I went back on irc.freenode.net and this time the @list command succeeded, and the ##dashvapes channel says their topic has been the same since February.  Perhaps the crash was caused by the next channel in the list.  But since the order of the channels in the list varies constantly, I have no way of telling which one it was.  Guess I'll have to create a safe_regex function that wraps regex in a catch block.
Cavemen in bearskins invaded the ivory towers of Artificial Intelligence.  Nine months later, they left with a baby named newLISP.  The women of the ivory towers wept and wailed.  \"Abomination!\" they cried.

Lutz

#12
The "ERR: invalid UTF8 string" error is only thrown by newLISP when a string finishes before a multibyte UTF8 character has finished.



All other regex errors are generated when the PCRE lib regex call comes back with an error and messages like "offset 0 unknown option bit(s) set" which are generated by PCRE.

rrq

#13
My 2 cents after looking into the code.



The input buffer (buf) is clipped at 4096 characters, and this quite easily may result in the appearance of a composite UTF8 character being cut off at the end. Thus, since regex has its UTF8 glasses solidly stuck on, one can't apply it to buf.



So I thought that, instead of immediately cleaning the parse result when extracting lines, one could let partial always be its last element, chopped off (or cleaning lines afterwards). That would keep to the same functionality and avoid using regex on buf.



EDIT: actually, my "quite easily" assertion might be wrong... but the fix is still vaild...



EDIT 2: the more I study this the more I realize how wrong I were. As far as I can see, that particular error code only arises in quite particular cases: such as functions first and rest, and implicit string indexing. The latter would be the candidate cause here, except that the regex expressions don't have implicit indexing.

TedWalther

#14
Quote from: "ralph.ronnquist"
The input buffer (buf) is clipped at 4096 characters, and this quite easily may result in the appearance of a composite UTF8 character being cut off at the end. Thus, since regex has its UTF8 glasses solidly stuck on, one can't apply it to buf.

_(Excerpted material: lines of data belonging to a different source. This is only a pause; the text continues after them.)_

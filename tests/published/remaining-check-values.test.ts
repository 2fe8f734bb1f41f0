import { basisOf, closeAnchors, layoutIndex } from '@wedgeline/engine'
import { describe, expect, test } from 'vitest'
import { anchor, edge, layout, length, WEST } from '../engine/sample-layout'

/** Check values that no other file holds, by their ids; where each comes from stands in its name. */

const { job } = layout()
const en = basisOf(job)
const as = basisOf({ ...job, basis: 'as-3600' })

test('C05: EN 1992-1-1 7.3.2(2) (read) with bars at their yield stress of 500 MPa: 1330.5 mm2/m in 220 of fck 32', () => {
  // Eq. 7.1: 1.0 x 1.0 x fctm x h / sigma = 0.3 x 32^(2/3) x 1000 x 220 / 500 = 3.0238 x 440 = 1330.5.
  // The table by crack width never lets a bar go so far: its least steel stands well above.
  const yielding = (0.3 * 32 ** (2 / 3) * 1000 * 220) / 500
  expect(Math.abs(yielding - 1330.5)).toBeLessThan(1)
  const wedge = { thickness: 220, cover: 30, diameter: 12, fck: 32, tensile: null, crackWidth: 0.3, compression: 0 }
  const rule = en.crackChoices.find(({ readingId }) => readingId === 'en-crack-minimum')?.steel(wedge)
  const sigma = rule?.steps.find(({ symbol }) => symbol === 'sigmaS')?.value ?? NaN
  expect(((rule?.areaPerMetre ?? NaN) * sigma) / 500).toBeCloseTo(yielding, 6)
})

describe('AS 3600 12.5.3 (read): closer than 0.3 D two anchors act as one', () => {
  // Pairs one above the other: 0.3 x 220 = 66 and 0.3 x 1000 = 300.
  const PAIR_APART_IN_HEIGHT = [
    { id: 'Z08', apart: 60, depth: 220, asOne: true },
    { id: 'Z08 above', apart: 66, depth: 220, asOne: false },
    { id: 'EX15-L1 below', apart: 299, depth: 1000, asOne: true },
    { id: 'EX15-L1', apart: 300, depth: 1000, asOne: false },
    { id: 'EX15-L1 as it stands', apart: 700, depth: 1000, asOne: false },
  ] as const

  const isOne = (apart: number, depth: number): boolean => {
    const anchors = [0, apart].map((above, at) => anchor('E1', at + 1, { chainage: 3000, height: 80 + above }))
    const edges = [edge(WEST, 'd', [length(0, 17_400, { top: depth, soffit: 0 })])]
    const index = layoutIndex(layout({ anchors, edges, pour: { thickness: depth } }))
    return closeAnchors(index, 'E1').some(({ plane }) => plane === 'thickness')
  }

  test.each(PAIR_APART_IN_HEIGHT)('$id: $apart apart in $depth: $asOne', ({ apart, depth, asOne }) => {
    expect(isOne(apart, depth)).toBe(asOne)
  })
})

test('K03: AS 3600 13.1.2.7 (secondary), N16 hook of 180 degrees round a pin of 5 db: 220.8 mm of bar', () => {
  // pi / 2 x (5 x 16 + 16) = 150.8 along the centre line, and max(4 x 16, 70) = 70 straight past it.
  expect((Math.PI / 2) * 6 * 16 + as.linkHook(16).length).toBeCloseTo(220.8, 1)
})

test('Z07 and EX22-L1: tie-back rules of other codes stand beside the reading (read): 0.35 and 0.20 of the factored force', () => {
  // Z07: 0.35 x 706.56 = 247.3 kN, that is 1.2 x 588.8. EX22-L1: 0.20 x 1000 = 200 kN, factored, from 1000 / 1.2 jacked.
  const forces = (P: number) => en.tieBack.beside(P).map(({ force }) => force)
  expect(forces(588_800).some((force) => Math.abs(force - 247_300) < 100)).toBe(true)
  expect(forces(1_000_000 / 1.2).some((force) => Math.abs(force - 200_000) < 1)).toBe(true)
})
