import { spawn, type ChildProcess } from 'node:child_process'
import { existsSync, mkdtempSync, readFileSync, readdirSync } from 'node:fs'
import { tmpdir } from 'node:os'
import { join } from 'node:path'
import { text } from 'node:stream/consumers'
import { fileURLToPath } from 'node:url'
import { afterEach, describe, expect, test } from 'vitest'
import { readSettings } from '@/server/env'
import { localFiles } from '@/server/files/local-files'
import { localOutbox } from '@/server/mail/local-outbox'

const ROOT = fileURLToPath(new URL('../..', import.meta.url))
const folder = () => mkdtempSync(join(tmpdir(), 'wedgeline-data-'))
const started: ChildProcess[] = []
afterEach(() => {
  for (const child of started.splice(0)) child.kill('SIGKILL')
})

interface Started {
  readonly url: string
  readonly printed: string
  stop(signal: NodeJS.Signals): Promise<number | null>
}

/** Starts the server as `npm start` does and waits until it says where it is. */
function start(environment: Record<string, string>): Promise<Started> {
  const child = spawn(process.execPath, ['--import', 'tsx', 'server/index.ts'], {
    cwd: ROOT,
    env: { ...process.env, PORT: '0', LOG_LEVEL: 'error', NODE_ENV: 'production', ...environment },
  })
  started.push(child)
  const ended = new Promise<number | null>((resolve) => child.on('exit', resolve))
  return new Promise((resolve, reject) => {
    let printed = ''
    child.stderr.on('data', (part: Buffer) => (printed += part.toString()))
    child.stdout.on('data', (part: Buffer) => {
      printed += part.toString()
      const url = /Wedgeline is at (\S+)/.exec(printed)?.[1]
      const stop = (signal: NodeJS.Signals) => {
        child.kill(signal)
        return ended
      }
      if (url) resolve({ url, printed, stop })
    })
    void ended.then((code) => reject(new Error(`exit ${code}: ${printed}`)))
  })
}

describe('the server, started', () => {
  test('seeds the demo, prints its sign-ins once, lets them in and stops cleanly on SIGTERM', async () => {
    const DATA_DIR = folder()
    const first = await start({ DATA_DIR })
    const signIns = [...first.printed.matchAll(/^ {2}(\S+@\S+) {2}(\S+) {2}\((.+)\)$/gm)]
    expect(signIns.map(([, , , roles]) => roles).sort()).toEqual([
      'admin, detailer',
      'detailer',
      'drafter',
      'engineer',
      'inspector',
    ])
    expect(first.printed).not.toContain('/invite/')
    for (const [, email, password] of signIns) {
      const response = await fetch(`${first.url}/trpc/session.signIn`, {
        method: 'POST',
        headers: { 'Content-Type': 'application/json', Origin: first.url },
        body: JSON.stringify({ email, password }),
      })
      expect(response.status).toBe(200)
    }
    expect(await (await fetch(`${first.url}/readyz`)).text()).toBe('ready\n')
    expect(await first.stop('SIGTERM')).toBe(0)
    expect(existsSync(join(DATA_DIR, 'wedgeline.sqlite-wal'))).toBe(false)
    const second = await start({ DATA_DIR })
    expect(second.printed).not.toMatch(/@|\/invite\//)
    expect(await second.stop('SIGINT')).toBe(0)
  }, 120_000)

  test('without the demo prints a one-time link', async () => {
    const server = await start({ DATA_DIR: folder(), SEED_DEMO: '0' })
    const link = /http\S+\/invite\/\S+/.exec(server.printed)?.[0] ?? ''
    expect(link.startsWith(`${server.url}/invite/`)).toBe(true)
    expect(await server.stop('SIGTERM')).toBe(0)
  }, 120_000)

  test('under a public address there is no demo, and links begin with that address', async () => {
    const PUBLIC_URL = 'https://deck.example/'
    const server = await start({ DATA_DIR: folder(), PUBLIC_URL, HOST: '127.0.0.1' })
    expect(server.printed).toMatch(/^ {2}https:\/\/deck\.example\/invite\/[\w-]{43}$/m)
    expect(server.printed).not.toContain('@')
    expect(await server.stop('SIGTERM')).toBe(0)
  }, 120_000)

  test('says which setting is wrong and ends with 2', async () => {
    await expect(start({ DATA_DIR: folder(), PORT: 'many' })).rejects.toThrow(/exit 2: PORT must be a number/)
  }, 60_000)
})

describe('settings', () => {
  test('on this machine alone by default, on port 4180', () => {
    const { host, port, publicUrl, isDemoWanted, proxies } = readSettings({})
    expect({ host, port, publicUrl, isDemoWanted, proxies }).toEqual({
      ...{ host: '127.0.0.1', port: 4180, publicUrl: null, isDemoWanted: true, proxies: 0 },
    })
  })

  test('open to others only where PUBLIC_URL is https', () => {
    expect(readSettings({ PUBLIC_URL: 'https://deck.example' }).host).toBe('0.0.0.0')
    expect(readSettings({ PUBLIC_URL: 'http://deck.example' }).host).toBe('127.0.0.1')
    expect(() => readSettings({ HOST: '0.0.0.0' })).toThrow(/HOST 0\.0\.0\.0 .*PUBLIC_URL/)
    expect(() => readSettings({ HOST: '0.0.0.0', PUBLIC_URL: 'http://deck.example' })).toThrow(/https/)
    expect(readSettings({ HOST: '0.0.0.0', PUBLIC_URL: 'https://deck.example' }).host).toBe('0.0.0.0')
  })

  test.each([
    [{ PORT: '-1' }, /^PORT/],
    [{ PORT: '65536' }, /^PORT/],
    [{ PORT: '80.5' }, /^PORT/],
    [{ PUBLIC_URL: 'deck.example' }, /^PUBLIC_URL must be an address like/],
    [{ PUBLIC_URL: 'javascript:alert(1)' }, /^PUBLIC_URL/],
    [{ SEED_DEMO: 'yes' }, /^SEED_DEMO must be 0 or 1/],
    [{ SMTP_URL: 'http://mail.example' }, /^SMTP_URL must be an address like smtps/],
  ])('%o is refused by name', (environment, message) => {
    expect(() => readSettings(environment as Record<string, string>)).toThrow(message)
  })
})

describe('local files', () => {
  test('keep the bytes under company and hash, the same bytes once', async () => {
    const location = folder()
    const files = localFiles(location)
    // SHA-256 of "abc", FIPS 180-4 example.
    const sha256 = 'ba7816bf8f01cfea414140de5dae2223b00361a396177a9cb410ff61f20015ad'
    expect(await files.save('north', Buffer.from('abc'))).toEqual({ sha256, sizeBytes: 3 })
    await files.save('north', Buffer.from('abc'))
    expect(readdirSync(join(location, 'north'))).toEqual([sha256])
    expect(await text(await files.open('north', sha256))).toBe('abc')
  })

  test.each(['../north', '/etc', 'a/../../b'])('company %s leads nowhere outside', async (companyId) => {
    const parent = folder()
    const files = localFiles(join(parent, 'files'))
    await files.save(companyId, Buffer.from('abc')).catch(() => undefined)
    expect(readdirSync(parent).filter((name) => name !== 'files')).toEqual([])
  })
})

test('mail goes into the local outbox as a file that a mail program opens', async () => {
  const outbox = folder()
  const mail = localOutbox(outbox)
  await mail.send({ to: 'new@north.example', subject: 'Invitation to Nörth', text: 'Follow the link.\nOnce.' })
  await mail.send({ to: 'new@north.example', subject: 'x\r\nBcc: eve@evil.example', text: 'second' })
  const [first = '', second = ''] = readdirSync(outbox).sort()
  const read = (name: string) => readFileSync(join(outbox, name), 'utf8')
  expect(read(first)).toMatch(/^To: new@north\.example\r$/m)
  expect(read(first)).toContain('Follow the link.\r\nOnce.')
  expect(read(second)).not.toMatch(/^Bcc:/m)
})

Right.  I'm taking raw bytes from the network layer, and trying to reassemble them into something usable at the application layer.


Quote
So I thought that, instead of immediately cleaning the parse result when extracting lines, one could let partial always be its last element, chopped off (or cleaning lines afterwards). That would keep to the same functionality and avoid using regex on buf.

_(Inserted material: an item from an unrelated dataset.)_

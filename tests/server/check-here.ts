import type { CheckTask } from '@/server/workers/engine-pool'
import checkTask from '@/server/workers/engine-task'

/** The engine on the thread of the test. */
export const checkHere: CheckTask = (task) => Promise.resolve(checkTask(task))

Ah.  So the problem wasn't some nasty channel having a bad topic; it was perhaps that the network layer broke the packet in the middle of a UTF-8 character.  If there were people using the Asian encodings, the bug would still come up, of course.


Quote
EDIT 2: the more I study this the more I realize how wrong I were. As far as I can see, that particular error code only arises in quite particular cases: such as functions first and rest, and implicit string indexing. The latter would be the candidate cause here, except that the regex expressions don't have implicit indexing.


I guess my question is, why is regex assuming UTF8 string, when I didn't set the UTF8 option to it?  And since it is set by default now, could there be a flag to disable it?  When searching a string for r and n, I am in raw byte mode.  IRC allows UTF8, but as a subset of raw byte streams.



Would specifying "0" as the option be enough to disable UTF8 parsing in regex and eliminate that error message?



Ralph, thanks for reading the source. I appreciate the review.  Next I will try to add readline support.  I think I'll make two apps; one for typing into, one for viewing output.  Then you run them both inside tmux, each one inside its own window. :)
Cavemen in bearskins invaded the ivory towers of Artificial Intelligence.  Nine months later, they left with a baby named newLISP.  The women of the ivory towers wept and wailed.  \"Abomination!\" they cried.